As we always do in statistics, let's start with a simple example of rolling a dice. If we consider rolling a fair dice, the outcome of the dice can be anything from 1 to 6, and is random. To represent such situations (the outcome of rolling the dice in this case), in mathematics we use the concept of random variables. We come across a lot of such variables in our everyday lives. Another example could be ordering food at a restaurant. In this case, the outcome could be any food item on the menu. In general terms, a random variable is a variable whose possible values are outcomes of a random phenomenon. The possible states of the outcomes are also known as the **domain of the random variable**, and the outcome is based on the probability distribution defined over the domain of the random variable.

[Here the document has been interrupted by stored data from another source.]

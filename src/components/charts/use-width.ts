import { useEffect, useRef, useState } from 'react';

/** The element's width, kept current with a ResizeObserver (charts draw to it). */
export function useWidth<T extends HTMLElement>(fallback = 640) {
  const ref = useRef<T>(null);
  const [width, setWidth] = useState(fallback);
  useEffect(() => {
    // The parent's content box sets the width: it does not grow with the chart drawn inside.
    const el = ref.current?.parentElement;
    if (!el) return;
    const measure = () => {
      const cs = getComputedStyle(el);
      const inner = el.clientWidth - parseFloat(cs.paddingLeft) - parseFloat(cs.paddingRight);
      setWidth(Math.max(280, Math.floor(inner || fallback)));
    };
    measure();
    const ro = new ResizeObserver(measure);
    ro.observe(el);
    return () => ro.disconnect();
  }, [fallback]);
  return { ref, width };
}
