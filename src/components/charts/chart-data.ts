import { drainCurrentA } from '~/core/fit/series-resistance';
import type { JfetParams } from '~/core/jfet-model';
import type { StoredCurveJson } from '~/contracts/parts';

/** A curve as the API sends it (N-equivalent SI): what the charts read of a stored curve. */
export type ApiCurve = Pick<StoredCurveJson, 'vgs_v' | 'vds_v' | 'id_a'>;

export interface MeasuredPoint {
  curve: number;
  point: number;
  vdsV: number;
  idMa: number;
  excluded: boolean;
}

/** Nine gate steps in distinguishable colours, darkest for the most negative VGS. */
export const CURVE_COLOURS = ['#0e2e2d', '#14524f', '#217e7a', '#3d9a95', '#6b7c85', '#a4650a', '#b3352b', '#5b5a8f', '#2f7d46', '#8a4f7d', '#c27c0e', '#3d4f59'];

export function curveColour(i: number): string {
  return CURVE_COLOURS[i % CURVE_COLOURS.length];
}

export function pointKey(curve: number, point: number): string {
  return `${curve}:${point}`;
}

export function measuredPoints(curves: readonly ApiCurve[], excluded: ReadonlySet<string>): MeasuredPoint[][] {
  return curves.map((c, ci) =>
    c.vds_v.map((v, pi) => ({ curve: ci, point: pi, vdsV: v, idMa: c.id_a[pi] * 1e3, excluded: excluded.has(pointKey(ci, pi)) })),
  );
}

/** The fitted model over each curve's VDS range, in mA, on a fine grid. */
export function modelLines(curves: readonly ApiCurve[], params: JfetParams, steps = 90): { vdsV: number; idMa: number }[][] {
  return curves.map((c) => {
    const hi = Math.max(...c.vds_v, 0);
    const lo = Math.min(...c.vds_v, 0);
    return Array.from({ length: steps + 1 }, (_, k) => {
      const v = lo + ((hi - lo) * k) / steps;
      const i = drainCurrentA(params, c.vgs_v, v);
      return { vdsV: v, idMa: Number.isFinite(i) ? i * 1e3 : 0 };
    });
  });
}

/** Measured minus model, in % of IDSS, per point. */
export function residualPoints(curves: readonly ApiCurve[], params: JfetParams, idssA: number, excluded: ReadonlySet<string>) {
  return curves.map((c, ci) =>
    c.vds_v.map((v, pi) => ({
      curve: ci,
      point: pi,
      vdsV: v,
      residualPct: ((c.id_a[pi] - drainCurrentA(params, c.vgs_v, v)) / idssA) * 100,
      excluded: excluded.has(pointKey(ci, pi)),
    })),
  );
}

/** VGS of a curve in datasheet sign, for labels. */
export function vgsLabel(vgsNV: number, channel: 'n' | 'p'): string {
  const v = channel === 'n' ? vgsNV : -vgsNV;
  const text = Math.abs(v) < 5e-5 ? '0' : v.toFixed(Math.abs(v) < 1 ? 2 : 2).replace(/\.?0+$/, '');
  return `${text.replace('-', '\u2212')} V`;
}
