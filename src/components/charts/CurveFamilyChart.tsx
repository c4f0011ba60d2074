import { Axis, GlyphSeries, Grid, LineSeries, Tooltip, XYChart, buildChartTheme } from '@visx/xychart';
import type { JfetParams } from '../../core/jfet-model';
import { curveColour, measuredPoints, modelLines, vgsLabel, type ApiCurve, type MeasuredPoint } from './chart-data';
import { useWidth } from './use-width';

const theme = buildChartTheme({
  backgroundColor: '#ffffff',
  colors: ['#217e7a'],
  gridColor: '#d9d7cc',
  gridColorDark: '#6b7c85',
  tickLength: 4,
  svgLabelSmall: { fill: '#3d4f59', fontSize: 11, fontFamily: '"Source Sans 3", system-ui, sans-serif' },
  svgLabelBig: { fill: '#15232b', fontSize: 12, fontFamily: '"Source Sans 3", system-ui, sans-serif' },
});

interface Props {
  curves: ApiCurve[];
  channel: 'n' | 'p';
  params: JfetParams | null;
  /** "curve:point" keys of points left out of the fit (by a person or by a flag). */
  excluded: ReadonlySet<string>;
  /** When given, clicking a measured point calls it (to leave the point out or put it back). */
  onTogglePoint?: (curve: number, point: number) => void;
  height?: number;
}

/**
 * The measured curve family (dots) with the fitted model over it (lines). P-channel parts are
 * drawn as magnitudes; the legend gives each gate step in datasheet sign. Left-out points are
 * drawn hollow.
 */
export default function CurveFamilyChart({ curves, channel, params, excluded, onTogglePoint, height = 380 }: Props) {
  const { ref, width } = useWidth<HTMLDivElement>();
  const points = measuredPoints(curves, excluded);
  const lines = params ? modelLines(curves, params) : [];
  const vdsMax = Math.max(...curves.flatMap((c) => c.vds_v), 1);
  const idMax = Math.max(...points.flat().map((p) => p.idMa), ...lines.flat().map((p) => p.idMa), 1e-3);
  const prefix = channel === 'p' ? '|' : '';
  const suffix = channel === 'p' ? '|' : '';
  return (
    <figure ref={ref} className="w-full" aria-label="Measured curve family with the fitted model">
      <XYChart
        width={width}
        height={height}
        theme={theme}
        margin={{ top: 12, right: 16, bottom: 46, left: 58 }}
        xScale={{ type: 'linear', domain: [0, vdsMax], nice: true }}
        yScale={{ type: 'linear', domain: [0, idMax * 1.06], nice: true }}
        onPointerUp={
          onTogglePoint
            ? ({ datum, key }) => {
                if (key.startsWith('measured-') && datum) {
                  const d = datum as MeasuredPoint;
                  onTogglePoint(d.curve, d.point);
                }
              }
            : undefined
        }
      >
        <Grid columns={false} numTicks={6} />
        <Axis orientation="bottom" label={`${prefix}VDS${suffix} (V)`} numTicks={8} />
        <Axis orientation="left" label={`${prefix}ID${suffix} (mA)`} numTicks={6} />
        {lines.map((line, i) => (
          <LineSeries
            key={`model-${i}`}
            dataKey={`model-${i}`}
            data={line}
            xAccessor={(d) => d.vdsV}
            yAccessor={(d) => d.idMa}
            stroke={curveColour(i)}
            strokeWidth={1.6}
            enableEvents={false}
          />
        ))}
        {points.map((pts, i) => (
          <GlyphSeries
            key={`measured-${i}`}
            dataKey={`measured-${i}`}
            data={pts}
            xAccessor={(d) => d.vdsV}
            yAccessor={(d) => d.idMa}
            size={5}
            renderGlyph={({ x, y, datum }) =>
              datum.excluded ? (
                <circle cx={x} cy={y} r={3.6} fill="#ffffff" stroke="#b3352b" strokeWidth={1.4} />
              ) : (
                <circle cx={x} cy={y} r={2.6} fill={curveColour(i)} opacity={0.85} />
              )
            }
          />
        ))}
        <Tooltip<MeasuredPoint | { vdsV: number; idMa: number }>
          snapTooltipToDatumX
          snapTooltipToDatumY
          showVerticalCrosshair
          renderTooltip={({ tooltipData }) => {
            const n = tooltipData?.nearestDatum;
            if (!n || !n.key.startsWith('measured-')) return null;
            const d = n.datum as MeasuredPoint;
            return (
              <div className="text-xs">
                <div className="font-semibold">VGS {vgsLabel(curves[d.curve].vgs_v, channel)}</div>
                <div>
                  {prefix}VDS{suffix} {d.vdsV.toFixed(3)} V · {prefix}ID{suffix} {d.idMa.toFixed(4)} mA
                </div>
                {d.excluded && <div className="text-state-fault">left out of the fit</div>}
                {onTogglePoint && <div className="text-ink-faint">click to {d.excluded ? 'put it back' : 'leave it out'}</div>}
              </div>
            );
          }}
        />
      </XYChart>
      <figcaption className="mt-1 flex flex-wrap gap-x-4 gap-y-1 text-xs text-ink-soft">
        {curves.map((c, i) => (
          <span key={i} className="inline-flex items-center gap-1">
            <span className="inline-block h-2.5 w-2.5 rounded-full" style={{ background: curveColour(i) }} />
            VGS {vgsLabel(c.vgs_v, channel)}
          </span>
        ))}
        <span>· dots measured, lines fitted model{excluded.size ? ', hollow red dots left out' : ''}</span>
      </figcaption>
    </figure>
  );
}
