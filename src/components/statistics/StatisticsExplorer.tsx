import { useMemo, useState, type CSSProperties, type FormEvent } from 'react';
import type { TypeStatistics } from '~/contracts/statistics';
import { formatDate } from '~/core/units/format-date';
import { binShareGrid, type BinShareGrid } from '~/core/statistics/bin-share-grid';
import { vdsInDatasheetSign } from '~/core/units/datasheet-sign';
import { formatMeasured, formatNumber, formatOpenRange, formatPercent, formatQuantityRange, formatSignificant, type QuantityUnit } from '~/core/units/format-quantity';
import { useStatistics, useStatisticsOptions } from '../api';
import { Empty, ErrorNotice, Loading } from '../ui/states';
import { ChartCard } from './chart-kit';
import { DISPLAY, HistogramChart, ScatterChart, TrendChart, type DisplayKey } from './charts';

interface Selection {
  device_type: string;
  lot: string;
  from: string;
  to: string;
  date_basis: 'fit' | 'lot';
}

const FIGURE_KEYS: DisplayKey[] = ['idss_a', 'vp_v', 'gos_s', 'gfs_s'];

function toQuery(s: Selection): string {
  const p = new URLSearchParams();
  if (s.device_type) p.set('device_type', s.device_type);
  if (s.lot) p.set('lot', s.lot);
  if (s.from) p.set('from', s.from);
  if (s.to) p.set('to', s.to);
  if ((s.from || s.to) && s.date_basis !== 'fit') p.set('date_basis', s.date_basis);
  return p.toString();
}

/**
 * A figure in its display unit with that unit's fixed number of decimals (one unit and one
 * resolution per column), with the true minus sign.
 */
function shown(v: number | null | undefined, key: DisplayKey, extraDigits = 0): string {
  if (v === null || v === undefined || !Number.isFinite(v)) return '—';
  return formatNumber(v * DISPLAY[key].factor, DISPLAY[key].decimals + extraDigits);
}

const SI_UNIT: Record<DisplayKey, QuantityUnit> = { idss_a: 'A', vp_v: 'V', gos_s: 'S', gfs_s: 'S' };

/** "drift −12 ± 5 mV per 30 days over 96 days (6 lots)", or why there is none. */
function driftText(d: TypeStatistics['trend']['drift'][DisplayKey], key: DisplayKey): string {
  if (!d.enough || d.per_day === null) return d.reason ?? 'Not enough lots for a trend.';
  const [period, periodDays] = d.span_days > 400 ? ['per year', 365] : ['per 30 days', 30];
  const m = formatMeasured(d.per_day * periodDays, d.se_per_day === null ? null : d.se_per_day * periodDays, SI_UNIT[key]);
  const significant = d.se_per_day !== null && Math.abs(d.per_day) > 2 * d.se_per_day;
  return `drift ${m.text} ${period} over ${Math.round(d.span_days)} days (${d.lots} lots, least squares, ± one standard error)${significant ? '' : '; not distinguishable from no drift'}`;
}

function pct(v: number | null): string {
  return v === null ? '—' : `${(v * 100).toFixed(1)} %`;
}

function CsvLink({ table, query, label }: { table: string; query: string; label: string }) {
  return (
    <a className="btn-quiet px-2 py-0.5 text-xs no-underline hover:no-underline" href={`/api/statistics/export?table=${table}${query ? `&${query}` : ''}`} download>
      CSV · {label}
    </a>
  );
}

/** Colour follows the printed value, so a Cpk shown as 1.00 is never marked below 1. */
function CpkTag({ value }: { value: number }) {
  const shownValue = Number(value.toFixed(2));
  return <span className={shownValue < 1 ? 'tag-fault' : shownValue < 1.33 ? 'tag-review' : 'tag-ok'}>{shownValue.toFixed(2).replace('-', '\u2212')}</span>;
}

function SummaryTable({ g, query }: { g: TypeStatistics; query: string }) {
  return (
    <section className="card overflow-x-auto" aria-label="Summary of figures">
      <div className="flex flex-wrap items-baseline justify-between gap-2 mb-2">
        <h3>Summary</h3>
        <CsvLink table="summary" query={query} label="summary" />
      </div>
      <table className="table-plain">
        <thead>
          <tr>
            <th>Figure</th>
            <th className="num">n</th>
            <th className="num">mean</th>
            <th className="num">sd</th>
            <th className="num">min</th>
            <th className="num">p5</th>
            <th className="num">p25</th>
            <th className="num">median</th>
            <th className="num">p75</th>
            <th className="num">p95</th>
            <th className="num">max</th>
            <th className="num">spec limits</th>
            <th className="num" title="against the type's spec limits, sample σ of all parts">Cpk</th>
          </tr>
        </thead>
        <tbody>
          {FIGURE_KEYS.map((k) => {
            const f = g.figures[k];
            const limits = f.lsl === null && f.usl === null ? '—' : `${f.lsl === null ? '…' : shown(f.lsl, k)} to ${f.usl === null ? '…' : shown(f.usl, k)}`;
            return (
              <tr key={k}>
                <td className="whitespace-nowrap">
                  {DISPLAY[k].label} <span className="text-ink-faint">({DISPLAY[k].unit})</span>
                </td>
                <td className="num">{f.n}</td>
                <td className="num">{shown(f.mean, k)}</td>
                <td className="num">{shown(f.sd, k)}</td>
                <td className="num">{shown(f.min, k)}</td>
                <td className="num">{shown(f.p5, k)}</td>
                <td className="num">{shown(f.p25, k)}</td>
                <td className="num">{shown(f.median, k)}</td>
                <td className="num">{shown(f.p75, k)}</td>
                <td className="num">{shown(f.p95, k)}</td>
                <td className="num">{shown(f.max, k)}</td>
                <td className="num">{limits}</td>
                <td className="num">
                  {f.cpk === null ? '—' : <CpkTag value={f.cpk} />}
                </td>
              </tr>
            );
          })}
        </tbody>
      </table>
      <p className="text-xs text-ink-faint mt-2">
        Percentiles interpolate between sorted values. Cpk = min(USL − mean, mean − LSL) / 3·sd over all parts (no subgroups), against the device type’s limits;
        below 1.00 marked red, below 1.33 amber. IDSS, gfs and gos at the fits’ test VDS: {g.fit_vds_test_v.length ? g.fit_vds_test_v.map((v) => `${v} V`).join(', ') : '—'}.
      </p>
    </section>
  );
}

Coming back to rolling the dice, the domain of the random variable outcome*, O, *is given by *domain(O) = (1, 2, 3, 4, 5, 6),* and the probability distribution is given by a uniform distribution *P(o) = 1/6 ∀ ∈ domain(O)*. Similarly, in the case of the restaurant example, for the random variable *choosing a dish*, the domain would be every item on the menu, and the probability distribution would depend on your food preference. In both of the previous examples, the domain of the random variable has discrete variables; such random variables are known as **discrete random variables**. But it's also possible for the domain to be a continuous space. For example, consider the random variable representing the stock price of Google* *tomorrow. The domain of this random variable will be all positive real numbers with most of the probability mass distributed around ±5% of today's price. Such random variables are known as **continuous random variables**.